Retrospective analysis of 1,074 colorectal cancer patients at Maccabi Healthcare Services showed that hemoglobin begins declining approximately four years before cancer diagnosis, progressing at 0.28 g/dL per six-month period in a logarithmic pattern while remaining within the normal reference range. Establishes the pre-diagnostic hemoglobin trajectory as the primary CBC signal exploited by the ColonFlag algorithm.
3.Virdee PS, Marian IR, Mansouri A, et al. “The Full Blood Count Blood Test for Colorectal Cancer Detection: A Systematic Review, Meta-Analysis, and Critical Appraisal.” Cancers. 2020;12(9):2348.
Systematic review and meta-analysis of 53 studies confirming 6 CBC components associated with colorectal cancer: decreased RBC, decreased hemoglobin, decreased MCV, increased RDW, increased white blood cells, and increased platelets. Provides the comprehensive evidentiary basis for the multi-marker inflammatory and anemia signature described in the paper, including the biological mechanisms of tumor-driven thrombocytosis via interleukin-6 stimulation.
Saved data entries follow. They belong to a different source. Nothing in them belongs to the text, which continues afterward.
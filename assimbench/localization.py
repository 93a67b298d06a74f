"""Localization: the Gaspari-Cohn taper and distances on the model grid.

Convention of the whole package: ``filter.radius`` is the Gaspari-Cohn
half-width c in grid units; the weight falls to zero at distance 2c.
"""

import jax.numpy as jnp
import numpy as np


def gaspari_cohn(r):
    """Gaspari & Cohn (1999, Q. J. R. Meteorol. Soc. 125, eq. 4.10) with r = |z| / c.

    0 <= r <= 1:  -r^5/4 + r^4/2 + 5 r^3/8 - 5 r^2/3 + 1
    1 <  r <  2:   r^5/12 - r^4/2 + 5 r^3/8 + 5 r^2/3 - 5 r + 4 - 2 / (3 r)
    r >= 2:        0
    Works elementwise on arrays of any shape.
    """
    r = jnp.abs(r)
    inner = (((-0.25 * r + 0.5) * r + 0.625) * r - 5.0 / 3.0) * r**2 + 1.0
    safe = jnp.where(r > 1.0, r, 2.0)  # keeps 2/(3r) finite where the branch is not used
    outer = ((((r / 12.0 - 0.5) * r + 0.625) * r + 5.0 / 3.0) * r - 5.0) * r + 4.0 - 2.0 / (3.0 * safe)
    return jnp.where(r <= 1.0, inner, jnp.where(r < 2.0, outer, 0.0))


def ring_distance(a, b, size: int):
    """Shortest distance between grid positions a and b on a ring of ``size`` points."""
    d = np.abs(np.asarray(a, dtype=np.float64) - np.asarray(b, dtype=np.float64)) % size
    return np.minimum(d, size - d)


def check_radius(c, model) -> None:
    """``radius``: a half-width > 0 in grid units, or null; a radius needs a model whose variables
    sit on a ring (``model``: the facts of the forecast model, :class:`assimbench.config.spec.ModelFacts`)."""
    if c.node.radius is None:
        return
    c.real("radius", "a finite half-width > 0 in grid units, or null for no localization", minimum=0.0)
    if not model.ring:
        c.fail("radius", c.node.radius, f"{model.name} has no distance between variables; use {c.name('radius')}=null")


def radius_of(node) -> float | None:
    """The configured radius as a float, or None when localization is off."""
    return None if node.radius is None else float(node.radius)


def with_radius_check(check):
    """A filter's check followed by the radius check (for localized filters)."""

    def both(c, model) -> None:
        check(c)
        check_radius(c, model)

    return both


def radius_setting(node) -> dict:
    """The traced radius (0 when localization is off: the filter is then built without a taper)."""
    return {"radius": 0.0 if node.radius is None else float(node.radius)}
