"""assimbench: twin experiments for data assimilation on chaotic low-order models.

Importing the package switches JAX to float64 on the CPU before any array is
created; every module of the package relies on that. Nothing else happens at
import: the compilation cache is switched on when a run starts, configuration
schemas are registered when a config is composed.
"""

import jax

jax.config.update("jax_enable_x64", True)
jax.config.update("jax_platforms", "cpu")

from assimbench._version import __version__  # noqa: E402
from assimbench.api import compose_config, run, run_experiment  # noqa: E402  (after the x64 switch)
from assimbench.io.results import Result, read_result, write_result  # noqa: E402

__all__ = ["Result", "__version__", "compose_config", "read_result", "run", "run_experiment", "write_result"]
4.Kinar Y, Kalkstein N, Akiva P, et al. “Development and validation of a predictive model for detection of colorectal cancer in primary care by analysis of complete blood counts: a binational retrospective study.” J Am Med Inform Assoc. 2016;23(5):879–890.
Original derivation and binational validation of ColonFlag using a gradient boosting and random forest ensemble trained on 20 CBC parameters plus age, sex, and 18- and 36-month trends. Dataset of 606,403 individuals from Maccabi Healthcare Services (Israel) and the UK THIN database. Achieved AUC 0.82 in Israeli validation and 0.81 in UK validation, with detection performance maintained for CBCs taken two years before diagnosis.
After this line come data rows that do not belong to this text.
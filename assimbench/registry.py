"""The package's own registry of models and filters.

A config names a component by a key of these tables; it can never make the
tool import a module or call a dotted path. Each builder turns a validated
config node into the static component and its dynamic settings (a dict of
floats that is traced, so sweeps over them need no recompile).
"""

from assimbench.climatology import climatology
from assimbench.filters.enkf import make_enkf
from assimbench.filters.ensrf import make_ensrf
from assimbench.filters.etkf import make_etkf
from assimbench.filters.letkf import make_letkf
from assimbench.filters.reference import make_climatology, make_free_run
from assimbench.filters.sir import make_sir
from assimbench.filters.threedvar import make_3dvar
from assimbench.models import make_lorenz63, make_lorenz96


def _lorenz63(node):
    return make_lorenz63(sigma=node.sigma, rho=node.rho, beta=node.beta, dt=node.dt)


def _lorenz96(node):
    return make_lorenz96(size=node.size, forcing=node.forcing, dt=node.dt)


MODELS = {"lorenz63": _lorenz63, "lorenz96": _lorenz96}

# State size from a config node without building the model (validation needs it).
STATE_SIZE = {"lorenz63": lambda node: 3, "lorenz96": lambda node: int(node.size)}


def _inflation(node):
    """Traced strengths and the static set of pieces switched on for this job."""
    values = {key: float(node[key]) for key in ("inflation", "additive_std", "rtpp", "rtps")}
    pieces = frozenset(
        piece for piece, key in (("additive", "additive_std"), ("rtpp", "rtpp"), ("rtps", "rtps")) if values[key] != 0.0
    )
    return values, pieces


def _radius(node):
    return None if node.radius is None else float(node.radius)


def _etkf(node, model, operator):
    values, pieces = _inflation(node)
    return make_etkf(operator, int(node.members), pieces), values


def _enkf(node, model, operator):
    values, pieces = _inflation(node)
    return make_enkf(operator, int(node.members), bool(node.centre_perturbations), pieces), values


def _localized(make):
    """Builder for a filter with inflation pieces and a Gaspari-Cohn radius (null = off)."""

    def build(node, model, operator):
        values, pieces = _inflation(node)
        radius = _radius(node)
        filt = make(model, operator, int(node.members), radius, pieces)
        return filt, {**values, "radius": radius if radius is not None else 0.0}

    return build


def _3dvar(node, model, operator):
    _, covariance = climatology(model)
    return make_3dvar(operator, covariance, int(node.iterations)), {"b_scale": float(node.b_scale)}


def _sir(node, model, operator):
    settings = {"ess_threshold": float(node.ess_threshold), "jitter": float(node.jitter)}
    return make_sir(operator, int(node.members)), settings


def _free(node, model, operator):
    return make_free_run(int(node.members)), {}


def _climatology(node, model, operator):
    mean, _ = climatology(model)
    return make_climatology(mean), {}


FILTERS = {
    "etkf": _etkf,
    "enkf": _enkf,
    "letkf": _localized(make_letkf),
    "ensrf": _localized(make_ensrf),
    "3dvar": _3dvar,
    "sir": _sir,
    "free": _free,
    "climatology": _climatology,
}

# Static traits validation needs before anything is built (the built Filter
# carries the same facts: ``weighted``).
LOCALIZED = ["letkf", "ensrf"]  # their radius needs a distance between grid points and observations
WEIGHTED = ["sir"]  # weighted ensembles
PLUGINS = []  # names added by installed packages' entry points (assimbench/plugins.py)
5.Hornbrook MC, Goshen R, Choman E, et al. “Early Colorectal Cancer Detected by Machine Learning Model Using Gender, Age, and Complete Blood Count Data.” Dig Dis Sci. 2017;62(10):2719–2727.
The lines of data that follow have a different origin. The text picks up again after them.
"""JAX's persistent compilation cache, so a repeated identical run skips compiling.

Location: ``$ASSIMBENCH_COMPILE_CACHE`` if set (``off`` switches the cache
off), else ``$XDG_CACHE_HOME/assimbench/jax`` or ``~/.cache/assimbench/jax``.
A cache directory the user has already given JAX is left alone. Entries are
keyed by JAX on the compiled program, the JAX/XLA versions and the machine,
so a changed program or library never reuses a stale entry.
"""

import os

import jax

ENVIRONMENT_VARIABLE = "ASSIMBENCH_COMPILE_CACHE"


def cache_dir() -> str | None:
    """Where compiled programs are kept, or None when the cache is off."""
    chosen = os.environ.get(ENVIRONMENT_VARIABLE)
    if chosen is not None:
        return None if chosen.strip().lower() in ("", "off", "none", "0") else os.path.expanduser(chosen)
    base = os.environ.get("XDG_CACHE_HOME") or os.path.join(os.path.expanduser("~"), ".cache")
    return os.path.join(base, "assimbench", "jax")


def switch_on() -> str | None:
    """Point JAX's persistent cache at :func:`cache_dir` unless JAX already has one."""
    if jax.config.jax_compilation_cache_dir:
        return jax.config.jax_compilation_cache_dir
    folder = cache_dir()
    if folder is None:
        return None
    try:
        os.makedirs(folder, exist_ok=True)
    except OSError:
        return None  # a read-only home: run without the cache rather than fail
    jax.config.update("jax_compilation_cache_dir", folder)
    # Our programs compile in about 1-5 s; cache every one of them, however small.
    jax.config.update("jax_persistent_cache_min_compile_time_secs", 0.0)
    jax.config.update("jax_persistent_cache_min_entry_size_bytes", 0)
    return folder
US validation of ColonFlag in 900 colorectal cancer cases and 16,195 cancer-free controls at Kaiser Permanente Northwest. Achieved AUC 0.80, identified individuals with tenfold higher risk of undiagnosed cancer at curable stages, and outperformed hemoglobin alone by 34% at the 180–360-day pre-diagnosis window. Confirmed that 66% of flagged patients had no clinical suspicion of cancer at the time of the triggering blood test.
6.Goshen R, et al. “Computer-Assisted Flagging of Individuals at High Risk of Colorectal Cancer in a Large Health Maintenance Organization Using the ColonFlag Test.” JCO Clin Cancer Inform. 2018;2:1–8.
Prospective deployment study of ColonFlag at Maccabi Healthcare Services applied to 79,671 patients who had not undergone colonoscopy or FOBT. Among 254 high-risk individuals who received colonoscopy, 19 colorectal cancers (7.5%) and 15 additional non-colorectal cancers were identified. Documents the real-world passive EHR integration model that requires no new specimens, no patient action, and no additional cost per screen, and which has since been replicated at US health systems, including Kaiser Permanente and Geisinger.